Spassky was also highly convivial. Several of his friends and colleagues claim that once he became champion, he shed any former reticence. Then he wanted to be the life and soul of the party and broaden his social life. There was no shortage of invitations. As well as his strongly expressed remarks, he had a fund of amusing stories and was an excellent mimic. Baturinskii and Averbakh were two of his chess victims. Politicians did not escape: Brezhnev was a favorite. He even dared a (passable) Lenin.

Thus, the views of his chess contemporaries offer no single picture of the world champion other than that he was out of the ordinary, of independent character. They remember Spassky the artist, Spassky the buccaneer, Spassky the joker, Spassky the actor, Spassky the nihilist. Spassky the free spirit, vol’nodumets. Spassky the frivolous, Spassky the un-Soviet man. Even Spassky the Holy Fool.
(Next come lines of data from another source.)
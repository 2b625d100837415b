"""Describing stage: what each cluster is, with evidence.

Per cluster: size and share, the five members nearest the centroid, a headline (`describe.headlines`:
the title or sentence of a near member that carries the cluster's terms), discriminating terms by
chi-square and by log-odds with an informative Dirichlet prior, keyword-in-context lines for the top
terms, a suggested name from terms common among the members, and a flag when the cluster has no
common theme (`mixed_reason`).
"""

from __future__ import annotations

from collections.abc import Sequence
from dataclasses import dataclass

import numpy as np
import scipy.sparse as sp

from pilewise.clustering.kmeans import Clustering, cluster_sums
from pilewise.clustering.levels import Levels
from pilewise.clustering.stability import StabilityResult, mixed_stability_reading
from pilewise.describe.headlines import HEADLINE_CANDIDATES, choose_headlines
from pilewise.describe.kwic import kwic_line
from pilewise.describe.names import suggested_name_from
from pilewise.describe.stats import best_first, chi_square_2x2, informative_prior, log_odds_dirichlet
from pilewise.model import ClusterSummary, Collection, KwicLine, Neighbour, QualityScores, TermScore
from pilewise.vectors.text import Analyzer
from pilewise.vectors.tfidf import Vectorized

NEAREST_SHOWN = 5
KWIC_TERMS = 5
KWIC_LINES_PER_TERM = 5
KWIC_HOLDERS_KEPT = 20  # members holding a top term kept per cluster and term, nearest first
ROW_BLOCK = 65_536  # rows per block in passes over all rows
# rows per block in `term_holders`, whose per-entry temporaries (int64 rows, codes, the membership test's sort)
# came to about 160 MB for one block of 65,536 rows at 50,000 documents (5.4 million entries), the run's peak;
# the digest keeps the same rows whatever the blocks (it orders by key, distance, then row)
HOLDER_BLOCK = 8_192
PRIOR_MASS = 1000.0  # Dirichlet pseudo-counts in all; our choice, see docs/method.md
THEME_TERMS = 30  # distinguishing terms searched for a common one (and for the name), whatever --top-terms
# A cluster is mixed when none of its THEME_TERMS best chi-square terms occurs in this share of its members,
# or when its members' mean cosine similarity to the centroid is below COHESION_RATIO times the median of
# the other clusters'. Our choices, measured on open collections: see docs/method.md.
THEME_MIN_SHARE = 0.25
COHESION_RATIO = 0.5
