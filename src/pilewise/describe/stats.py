"""Discriminating-term statistics: Pearson chi-square on 2x2 tables and Dirichlet-prior log-odds."""

from __future__ import annotations

import numpy as np


def chi_square_2x2(n11: np.ndarray, n10: np.ndarray, n01: np.ndarray, n00: np.ndarray) -> np.ndarray:
    """Pearson chi-square of 2x2 term/class tables, vectorized over terms.

    n11: documents in the class with the term; n10: outside the class with the term;
    n01: in the class without it; n00: outside without it. Formula (13.19) in Manning,
    Raghavan & Schütze, Introduction to Information Retrieval (2008), §13.5.2. A table with an
    empty row or column scores 0.
    """
    n11, n10, n01, n00 = (np.asarray(a, dtype=float) for a in (n11, n10, n01, n00))
    n = n11 + n10 + n01 + n00
    numerator = n * (n11 * n00 - n10 * n01) ** 2
    denominator = (n11 + n01) * (n11 + n10) * (n10 + n00) * (n01 + n00)
    with np.errstate(divide="ignore", invalid="ignore"):
        result = np.where(denominator > 0, numerator / np.where(denominator > 0, denominator, 1), 0.0)
    return result


def log_odds_dirichlet(
    counts_in: np.ndarray, counts_out: np.ndarray, prior: np.ndarray
) -> tuple[np.ndarray, np.ndarray]:
    """Log-odds ratio with an informative Dirichlet prior, and its z-score, per term.

    Monroe, Colaresi & Quinn (2008), "Fightin' Words", Political Analysis 16(4), §3:
    delta_w = log[(y_i + a_w) / (n_i + a0 - y_i - a_w)] - log[(y_j + a_w) / (n_j + a0 - y_j - a_w)],
    var(delta_w) ~ 1/(y_i + a_w) + 1/(y_j + a_w), z = delta_w / sqrt(var).

    Parameters
    ----------
    counts_in, counts_out : ndarray of shape (n_terms,)
        Term occurrence counts in the group and in the rest.
    prior : ndarray of shape (n_terms,)
        Dirichlet pseudo-counts a_w (all positive).

    Returns
    -------
    delta, z : ndarrays of shape (n_terms,)
    """
    y_i = np.asarray(counts_in, dtype=float)
    y_j = np.asarray(counts_out, dtype=float)
    a = np.asarray(prior, dtype=float)
    a0 = a.sum()
    n_i, n_j = y_i.sum(), y_j.sum()
    delta = np.log((y_i + a) / (n_i + a0 - y_i - a)) - np.log((y_j + a) / (n_j + a0 - y_j - a))
    z = delta / np.sqrt(1.0 / (y_i + a) + 1.0 / (y_j + a))
    return delta, z


def informative_prior(total_counts: np.ndarray, prior_mass: float) -> np.ndarray:
    """Pseudo-counts proportional to each term's share of the whole collection, summing to `prior_mass`."""
    totals = np.asarray(total_counts, dtype=float)
    return prior_mass * totals / totals.sum()


def best_first(candidates: np.ndarray, scores: np.ndarray, top: int) -> np.ndarray:
    """The `top` best of `candidates` (indexes into `scores`): highest score first, ties by lower index.

    The same as ``candidates[np.lexsort((candidates, -scores[candidates]))][:top]``, the ranking every term
    table uses, but only the candidates scoring at least the `top`-th highest score are sorted (a term table
    ranks up to 80,000 terms for its first 30 to 300): any candidate below that score has `top` others ahead
    of it, so the first `top` are the same.
    """
    candidates = np.asarray(candidates)
    keys = scores[candidates]
    if top <= 0:
        return candidates[:0]
    if candidates.size > 4 * top and not np.isnan(keys).any():  # NaN would sort last in lexsort, not here
        cutoff = np.partition(keys, keys.size - top)[keys.size - top]  # the top-th highest score
        kept = keys >= cutoff
        candidates, keys = candidates[kept], keys[kept]
    return candidates[np.lexsort((candidates, -keys))][:top]
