def _split_starts(
    space: np.ndarray | sp.csr_matrix, weights: np.ndarray, *, k: int, seed: int, n_init: int
) -> tuple[np.ndarray, float]:
    states = start_states(k, seed, n_init + 1)
    here = (n_init + 1) // 2
    global _handed_starts
    _handed_starts = {"space": space, "weights": weights, "k": k, "states": states}
    executor = ProcessPoolExecutor(1, mp_context=multiprocessing.get_context("fork"))
    try:
        later = executor.submit(_handed_run, here, n_init)  # the fork happens here and inherits the inputs
    except OSError:  # no process could be started (a process limit): every start here, in order
        executor.shutdown(wait=False, cancel_futures=True)
        return _best_start(run_starts(space, weights, k=k, states=states, first=0, stop=n_init, trust=False), k)
    finally:
        _handed_starts = {}
    try:
        starts = run_starts(space, weights, k=k, states=states, first=0, stop=here)
        try:
            starts += later.result()
        except BrokenProcessPool:  # a worker that died (memory, a signal) leaves its starts to this process
            starts += run_starts(space, weights, k=k, states=states, first=here, stop=n_init)
    finally:
        executor.shutdown(wait=False, cancel_futures=True)
    if not all(checked for _, _, checked in starts):
        starts = run_starts(space, weights, k=k, states=states, first=0, stop=n_init, trust=False)
    return _best_start(starts, k)


def _handed_run(first: int, stop: int) -> list[Start]:
    h = _handed_starts
    return run_starts(h["space"], h["weights"], k=h["k"], states=h["states"], first=first, stop=stop)


def start_states(k: int, seed: int, count: int) -> list[np.random.RandomState]:
    """The generator as `KMeans(random_state=seed)` holds it before each of `count` k-means++ starts.

    Found by seeding k single points with each start's generator: k-means++ draws the same count of numbers
    whatever the rows (checked by every start of `run_starts`).
    """
    generator = np.random.RandomState(seed)
    points = np.arange(k, dtype=np.float64)[:, None]
    states = []
    for _ in range(count):
        states.append(copy.deepcopy(generator))
        with warnings.catch_warnings():
            warnings.simplefilter("ignore", ConvergenceWarning)
            KMeans(n_clusters=k, n_init=1, max_iter=1, random_state=generator).fit(points)
    return states


def run_starts(
    space: np.ndarray | sp.csr_matrix, weights: np.ndarray, *, k: int, states: list[np.random.RandomState],
    first: int, stop: int, trust: bool = True,
) -> list[Start]:
    """Starts `first` to `stop - 1` as one-start fits, each from `states[first]` on one running generator.

    Each start records whether its generator ended at the state predicted for the next start. With `trust`
    False (the fallback of `split_starts`, from start 0) the starts are run as scikit-learn runs them and
    marked as checked.
    """
    generator = copy.deepcopy(states[first])
    done: list[Start] = []
    for j in range(first, stop):
        model = KMeans(n_clusters=k, n_init=1, random_state=generator)
        with warnings.catch_warnings():
            warnings.simplefilter("ignore", ConvergenceWarning)
            labels = model.fit_predict(space, sample_weight=weights)
        done.append((labels, float(model.inertia_), not trust or _same_state(generator, states[j + 1])))
    return done


def _same_state(a: np.random.RandomState, b: np.random.RandomState) -> bool:
    state_a, state_b = a.get_state(legacy=False), b.get_state(legacy=False)
    return bool(state_a["state"]["pos"] == state_b["state"]["pos"]
                and np.array_equal(state_a["state"]["key"], state_b["state"]["key"])
                and state_a["has_gauss"] == state_b["has_gauss"])


def _best_start(starts: list[Start], k: int) -> tuple[np.ndarray, float]:
    """The start KMeans keeps: the first, replaced by each later one of lower inertia and another partition."""
    best_labels, best_inertia, _ = starts[0]
    for labels, inertia, _ in starts[1:]:
        if inertia < best_inertia and not _same_partition(labels, best_labels, k):
            best_labels, best_inertia = labels, inertia
    return best_labels, best_inertia


def _same_partition(labels: np.ndarray, best: np.ndarray, k: int) -> bool:
    """scikit-learn's `_is_same_clustering`: every label of `labels` maps to one label of `best`."""
    pairs = np.unique(labels.astype(np.int64) * k + best)
    return bool(np.unique(pairs // k).size == pairs.size)


def _one_openmp_thread() -> bool:
    """Whether OpenMP (scikit-learn's k-means) runs one thread in this process."""
    from threadpoolctl import threadpool_info

    return all(pool["num_threads"] == 1 for pool in threadpool_info() if pool["user_api"] == "openmp")


def _can_fork() -> bool:
    return "fork" in multiprocessing.get_all_start_methods()


MINIBATCH_ROWS = 4_096  # rows per mini-batch step
MINIBATCH_EPOCHS = 3  # passes over the data after the seeding
MINIBATCH_STARTS = 3  # seeded starts; the one with the lowest inertia over all rows is kept
SEED_SAMPLE = 20_000  # rows of the seeded sample on which k-means picks the starting centroids
ROW_BLOCK = 65_536  # rows per block when a pass over the whole space is made
LLOYD_PASSES = 10  # full k-means steps after the mini-batches, at most
LLOYD_SETTLED = 0.001  # ... stopping once fewer than this share of the rows change cluster


def minibatch_clusters(
    space: np.ndarray | sp.csr_matrix, weights: np.ndarray, *, k: int, seed: int,
    track: Callable[[list[tuple[int, int, int]], int], Iterable[tuple[int, int, int]]] | None = None,
) -> Clustering:
    """Mini-batch k-means (Sculley 2010) fed block by block, for collections too large for full k-means.

    Each of MINIBATCH_STARTS starts takes its starting centroids from full k-means (4 k-means++ starts)
    on a seeded sample of SEED_SAMPLE rows; then MINIBATCH_EPOCHS passes over the rows in shuffled
    mini-batches refine them (scikit-learn's MiniBatchKMeans.partial_fit), and up to LLOYD_PASSES full
    k-means (Lloyd) steps, each one pass over the rows in blocks, move the centroids to the weighted means
    of their rows until fewer than LLOYD_SETTLED of the rows change cluster. The start with the lowest
    inertia over all rows wins (a sample's best start is not always the collection's). `track(steps,
    total)` may wrap the mini-batch loop (a progress bar).
    """
    n = space.shape[0]
    steps = [(start, epoch, begin) for start in range(MINIBATCH_STARTS) for epoch in range(MINIBATCH_EPOCHS)
             for begin in range(0, n, MINIBATCH_ROWS)]
    tracked = iter(track(steps, len(steps)) if track else steps)
    best: tuple[np.ndarray, float] | None = None
    for start in range(MINIBATCH_STARTS):
        rng = np.random.default_rng(np.random.SeedSequence(seed, spawn_key=(start,)))
        sample = np.sort(rng.choice(n, min(n, SEED_SAMPLE), replace=False))
        seeding = KMeans(n_clusters=k, n_init=4, random_state=int(rng.integers(2**31 - 1)))
        seeding.fit(space[sample], sample_weight=weights[sample])
        model = MiniBatchKMeans(n_clusters=k, init=seeding.cluster_centers_, n_init=1, batch_size=MINIBATCH_ROWS,
                                random_state=int(rng.integers(2**31 - 1)))
        order, shuffled_for = np.arange(n), -1
        for _, epoch, begin in itertools.islice(tracked, MINIBATCH_EPOCHS * len(range(0, n, MINIBATCH_ROWS))):
            if epoch != shuffled_for:  # a fresh shuffle for every pass
                order, shuffled_for = rng.permutation(n), epoch
            rows = np.sort(order[begin : begin + MINIBATCH_ROWS])
            model.partial_fit(space[rows], sample_weight=weights[rows])
        raw_labels, inertia = _lloyd_steps(space, weights, model.cluster_centers_, k)
        if best is None or inertia < best[1]:
            best = (raw_labels, inertia)
    assert best is not None
    raw_labels, inertia = best
    found = int(np.unique(raw_labels).size)
    if found < k:
        raise PilewiseError(f"mini-batch k-means filled only {found} of k={k} clusters; pass a smaller --k")
    return clustering_from_labels(space, weights, raw_labels, k=k, inertia=inertia)


def _lloyd_steps(
    space: np.ndarray | sp.csr_matrix, weights: np.ndarray, centers: np.ndarray, k: int
) -> tuple[np.ndarray, float]:
    """Full k-means steps from `centers`, one blocked pass each, until hardly any row changes cluster."""
    n = space.shape[0]
    raw_labels, inertia = _nearest_centers(space, weights, centers)
    for _ in range(LLOYD_PASSES):
        sums = weighted_sums(space, weights, raw_labels, k)
        mass = np.bincount(raw_labels, weights=weights, minlength=k)
        filled = mass > 0
        centers = centers.copy()
        centers[filled] = sums[filled] / mass[filled, None]
        new_labels, inertia = _nearest_centers(space, weights, centers)
        moved = int(np.count_nonzero(new_labels != raw_labels))
        raw_labels = new_labels
        if moved <= LLOYD_SETTLED * n:
            break
    return raw_labels, inertia


def _nearest_centers(
    space: np.ndarray | sp.csr_matrix, weights: np.ndarray, centers: np.ndarray
) -> tuple[np.ndarray, float]:
    """Each row's nearest center (Euclidean) and the weighted sum of squared distances, block by block."""
    n = space.shape[0]
    labels = np.empty(n, dtype=np.int64)
    inertia = 0.0
    for begin in range(0, n, ROW_BLOCK):
        block = space[begin : begin + ROW_BLOCK]
        if sp.issparse(block):  # --lsa-components 0: the TF-IDF rows themselves
            squared = np.asarray(sp.csr_matrix(block).multiply(block).sum(axis=1)).ravel()
        else:
            block = np.asarray(block, dtype=np.float64)
            squared = (block**2).sum(axis=1)
        distances = squared[:, None] - 2 * np.asarray(block @ centers.T) + (centers**2).sum(axis=1)[None, :]
        labels[begin : begin + ROW_BLOCK] = np.argmin(distances, axis=1)
        inertia += float(np.sum(np.min(distances, axis=1).clip(0) * weights[begin : begin + ROW_BLOCK]))
    return labels, inertia


def clustering_from_labels(
    space: np.ndarray | sp.csr_matrix, weights: np.ndarray, raw_labels: np.ndarray, *, k: int, inertia: float = 0.0
) -> Clustering:
    """Number clusters by weighted size (largest first, ties by label) and compute centroids and distances."""
    sizes = np.bincount(raw_labels, weights=weights, minlength=k)
    order = sorted(range(k), key=lambda c: (-sizes[c], c))
    remap = np.empty(k, dtype=int)
    remap[order] = np.arange(k)
    labels = remap[raw_labels]
    centroids = weighted_centroids(space, weights, labels, k)
    similarity = cosine_to_centroids(space, centroids, labels)
    distances = np.clip(1.0 - similarity, 0.0, 2.0)
    return Clustering(labels=labels, centroids=centroids, distances=distances, inertia=inertia)


def weighted_centroids(
    space: np.ndarray | sp.csr_matrix, weights: np.ndarray, labels: np.ndarray, k: int
) -> np.ndarray:
    """Unit-length weighted mean direction of each cluster's rows, shape (k, n_dims)."""
    return normalize(weighted_sums(space, weights, labels, k))


def weighted_sums(space: np.ndarray | sp.csr_matrix, weights: np.ndarray, labels: np.ndarray, k: int) -> np.ndarray:
    """Weighted sum of each group's rows, shape (k, n_dims), in float64; dense spaces go block by block, so a
    float32 space is never copied whole."""
    if sp.issparse(space):
        return cluster_sums(sp.csr_matrix(space), weights, labels, k)[0].toarray()
    sums = np.zeros((k, space.shape[1]))
    for begin in range(0, space.shape[0], ROW_BLOCK):
        block_labels = labels[begin : begin + ROW_BLOCK]
        indicator = sp.csr_matrix((weights[begin : begin + ROW_BLOCK], (block_labels, np.arange(block_labels.size))),
                                  shape=(k, block_labels.size))
        sums += indicator @ np.asarray(space[begin : begin + ROW_BLOCK], dtype=np.float64)
    return sums
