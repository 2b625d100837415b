// pilewise: search within one run, on the index that the run wrote beside its pages (search-index.js).
// Results are built from text nodes only: no document text is ever parsed as markup.
(function () {
  "use strict";
  var form = document.getElementById("finder");
  var data = window.pilewiseSearch;
  if (!form || !data) { return; }
  var up = form.getAttribute("data-up") || "";
  var input = document.getElementById("finder-query");
  var list = document.getElementById("finder-hits");
  var status = document.getElementById("finder-status");
  var LIMIT = 40;
  form.hidden = false;

  function words(text) {
    return text.toLowerCase().split(/[^\p{L}\p{N}]+/u).filter(function (w) { return w.length > 0; });
  }

  function matches(haystack, needles) {
    var lower = haystack.toLowerCase();
    for (var i = 0; i < needles.length; i++) {
      if (lower.indexOf(needles[i]) < 0) { return false; }
    }
    return true;
  }

  function item(kind, label, detail, href) {
    var li = document.createElement("li");
    var a = document.createElement("a");
    a.href = up + href;
    a.textContent = label || "(untitled)";
    var tag = document.createElement("span");
    tag.className = "hit-kind";
    tag.textContent = kind + " ";
    li.appendChild(tag);
    li.appendChild(a);
    if (detail) {
      var small = document.createElement("span");
      small.className = "hit-detail";
      small.textContent = " " + detail;
      li.appendChild(small);
    }
    return li;
  }

  function search() {
    var needles = words(input.value);
    while (list.firstChild) { list.removeChild(list.firstChild); }
    if (needles.length === 0) { status.textContent = ""; return; }
    var found = 0;
    var names = {};
    data.clusters.forEach(function (c) {
      names[c[0]] = c[1];
      if (matches(c[1] + " " + c[2].join(" "), needles)) {
        found++;
        if (found <= LIMIT) { list.appendChild(item("cluster", c[1], c[2].slice(0, 5).join(", "), c[3])); }
      }
    });
    data.docs.forEach(function (d) {
      if (matches(d[0] + " " + d[1], needles)) {
        found++;
        if (found <= LIMIT) { list.appendChild(item("document", d[0], "in cluster " + d[2] + (names[d[2]] ? ": " + names[d[2]] : ""), d[3])); }
      }
    });
    status.textContent = found === 0 ? "nothing found" :
      (found > LIMIT ? "first " + LIMIT + " of " + found + " matches" : found + (found === 1 ? " match" : " matches")) +
      " (searched: " + data.searched + ")";
  }

  // keyboard: Down from the box moves to the first result, Up/Down move between results, Escape returns
  function links() { return Array.prototype.slice.call(list.querySelectorAll("a")); }
  function move(event) {
    var all = links();
    var at = all.indexOf(document.activeElement);
    if (event.key === "ArrowDown" && all.length > 0) {
      all[Math.min(at + 1, all.length - 1)].focus();
      event.preventDefault();
    } else if (event.key === "ArrowUp" && at >= 0) {
      (at === 0 ? input : all[at - 1]).focus();
      event.preventDefault();
    } else if (event.key === "Escape") {
      input.focus();
      if (at < 0) { input.value = ""; search(); }
      event.preventDefault();
    }
  }

  input.addEventListener("input", search);
  input.addEventListener("keydown", move);
  list.addEventListener("keydown", move);
  form.addEventListener("submit", function (event) { event.preventDefault(); search(); });
})();
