# Versions, dates and years, which differ between copies of one template ("GNU coreutils 9.1", "v5.36.0",
# "2023-03-01", "September 2022", "2019-2023"): digits joined by dots, hyphens, slashes or colons, and
# years 1900-2099, become "#". A plain whole number ("ticket 1042") stays: a line that differs from others
# only in an id or a count is as often content (a notification's text) as a template.
_NUMBERISH = re.compile(r"(?<!\w)v?\d+(?:[.\-/:]\d+)+|(?<!\d)(?:19|20)\d\d(?!\d)")
# Month names before a number ("September 2022", "May 12"): only there, so that the verb "may" stays a word.
_MONTH = re.compile(
    r"\b(?:jan(?:uary)?|feb(?:ruary)?|mar(?:ch)?|apr(?:il)?|may|june?|july?|aug(?:ust)?|sep(?:t(?:ember)?)?"
    r"|oct(?:ober)?|nov(?:ember)?|dec(?:ember)?)\.?(?=\s?#)"
)
# A manual page's own name in its header line, "LS(1)" or "git-commit(1)": NAME(section).
_OWN_NAME = re.compile(r"(?<![\w.+\-])([\w.+\-]*\w)\((\d\w*)\)")
# A line made a pattern (numbers, dates or the document's name replaced) must keep this many letters, so
# that rows of a numeric table ("1 2 3 4 5 ...") do not become one line; a footer such as
# "perl v5.36.0  2023-03-01  LWP-REQUEST(1p)" keeps 6 ("perl", "v", "p").
BOILERPLATE_PATTERN_LETTERS = 5


def normalize_line(line: str, own_names: frozenset[str] = frozenset()) -> str:
    """A line as matched against boilerplate: white space collapsed, lower-cased, and made a pattern.

    Lines that differ only in versions, dates and years, or in the document's own name, are the same
    template line: every version or date (digits joined by ``.-/:``) and year becomes "#", a month name before it
    becomes "<month>", and each of `own_names` (lower-case; see `own_names`) becomes "<name>". A line that
    changed keeps its pattern only if it holds at least BOILERPLATE_PATTERN_LETTERS letters outside the
    replaced parts; otherwise it is matched as written.
    """
    return _line_pattern(collapse_space(line).lower(), own_names)


def collapse_space(line: str) -> str:
    """``" ".join(line.split())``, without splitting a line that is already so (most lines of most texts).

    Every white-space character (``str.isspace``) but the space is unprintable (``str.isprintable``;
    checked over all of Unicode in the tests), so a printable line without a double space and without a
    space at either end has nothing to collapse."""
    if line.isprintable() and "  " not in line and not line.startswith(" ") and not line.endswith(" "):
        return line
    return " ".join(line.split())


def _line_pattern(plain: str, own_names: frozenset[str]) -> str:
    """`normalize_line` of a line already collapsed and lower-cased (`plain`)."""
    pattern = plain
    for name in own_names:
        if name in pattern:
            pattern = re.sub(rf"(?<![\w\-]){re.escape(name)}(?![\w\-])", "<name>", pattern)
    if _has_digit(pattern):
        pattern = _MONTH.sub("<month>", _NUMBERISH.sub("#", pattern))
    if pattern == plain:
        return plain
    letters = sum(char.isalpha() for char in pattern.replace("<name>", "").replace("<month>", ""))
    return pattern if letters >= BOILERPLATE_PATTERN_LETTERS else plain


_ASCII_DIGIT = re.compile(r"[0-9]")


def _has_digit(text: str) -> bool:
    """Whether any character of `text` is a digit by ``str.isdigit``; a regular search on ASCII text, where
    the two agree (the character loop took most of `find_boilerplate`'s time on long lines)."""
    if text.isascii():
        return _ASCII_DIGIT.search(text) is not None
    return any(map(str.isdigit, text))


def own_names(text: str) -> frozenset[str]:
    """The document's own name as its header gives it: NAME of every NAME(section) in its first non-empty
    line, lower-cased (a manual page's "LS(1)  User Commands  LS(1)" gives "ls")."""
    for line in text.splitlines():
        if line.strip():
            if "(" not in line:  # no NAME(section) can match; the search is slow on a long first line
                return frozenset()
            return frozenset(m.group(1).lower() for m in _OWN_NAME.finditer(line))
    return frozenset()


def line_keys(text: str) -> list[str]:
    """`normalize_line` of every line of `text` (as split by ``str.splitlines``), with the text's own name."""
    names = own_names(text)
    return [normalize_line(line, names) for line in text.splitlines()]


def find_boilerplate(
    texts: Sequence[str],
    *,
    min_share: float = BOILERPLATE_MIN_SHARE,
    min_docs: int = BOILERPLATE_MIN_DOCS,
    min_chars: int = BOILERPLATE_MIN_CHARS,
) -> Boilerplate:
    """Lines found in at least `min_share` of the texts and in at least `min_docs` texts.

    Common practice in cleaning web and e-mail text: a line repeated verbatim across many documents is
    a template, not content (e.g. Wenzek et al. 2020, "CCNet", LREC, remove lines repeated across
    documents after normalizing them; cited from memory). Lines are normalized with `normalize_line`
    (with each text's `own_names`), so that headers and footers differing only in versions, dates or the
    document's name count as one line, and counted once per text, in one pass with a Counter.

    Defaults: a line in >= 5% of the texts and >= 5 texts. The share finds a company footer or a busy
    agent's signature; the floor of 5 texts keeps a small collection from losing lines that two or
    three texts share by quoting one another. A line of fewer than `min_chars` (20) characters after
    normalizing is never boilerplate: short lines such as "Thanks," or "Hi team" recur by habit, carry
    a word or two that the vectorizer's document-frequency limits already discount, and are as often
    content ("Still not working", "Yes please") that must not be deleted for being common.

    Parameters
    ----------
    texts : sequence of str
        Lines are split as by ``str.splitlines``.
    min_share : float, default 0.05
        Least share of the texts holding the line, in (0, 1].
    min_docs : int, default 5
        Least number of texts holding the line, at least 1.
    min_chars : int, default 20
        Least length of a normalized boilerplate line, at least 1.

    Returns
    -------
    Boilerplate
        The lines and their counts of texts, most frequent first.

    Raises
    ------
    ValueError
        If an option is out of range (every problem is named).
    """
    problems = []
    if not 0.0 < min_share <= 1.0:
        problems.append(f"min_share={min_share} must be in (0, 1]")
    if min_docs < 1:
        problems.append(f"min_docs={min_docs} must be at least 1")
    if min_chars < 1:
        problems.append(f"min_chars={min_chars} must be at least 1")
    if problems:
        raise ValueError("; ".join(problems))
    counts: Counter[str] = Counter()
    for text in texts:
        names = own_names(text)
        keys = set()
        for line in text.splitlines():
            if len(line) >= min_chars:  # a line shorter as written is shorter collapsed
                plain = collapse_space(line)
                if len(plain) >= min_chars:
                    keys.add(_line_pattern(plain.lower(), names))
        counts.update(keys)
    # Rounded first so that, say, 0.07 * 100 asks for 7 texts and not 8.
    needed = max(min_docs, math.ceil(round(min_share * len(texts), 9)))
    lines = sorted(((line, count) for line, count in counts.items() if count >= needed),
                   key=lambda item: (-item[1], item[0]))
    return Boilerplate(tuple(lines), float(min_share), len(texts))


def strip_boilerplate(text: str, boilerplate: Boilerplate) -> str:
    """`text` without its boilerplate lines, except those that are most of what the text says.

    The rule (docs/method.md, "Boilerplate lines"): a text's content characters are its non-space
    characters outside widespread boilerplate lines (lines in at least half of the texts, which no
    text can be about: a word in more than half of the documents is dropped by the default --max-df).
    Every boilerplate line is removed, unless that would leave the text less than half of its content
    characters; then its least widespread boilerplate lines (a templated body found in one theme's
    share of the texts, not the signature found in all) are kept, one at a time, until at least half
    is left. A text made only of boilerplate lines is kept whole: stripping never empties a text.

    Lines keep their own line breaks. A kept line ending in a lone carriage return that comes to stand
    before a line starting with a line feed gets the line feed added, so that the two stay two lines.
    """
    return _strip_counted(text, boilerplate)[0]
However we categorize him, there seems to have been an acceptance by the authorities of Spassky’s determination to be his own man and of his distancing himself from the regime. The official answer to their rogue champion was simply to dismiss his views as inconsequential, irritating but not worth taking seriously.

Until, that is, Fischer challenged Soviet ownership of the world title. Then the authorities could no longer escape the tensions between the political role of the world champion and Spassky’s obdurate rejection of that role, and between their distaste for his attitudes and admiration for his incontestable greatness as a chess player.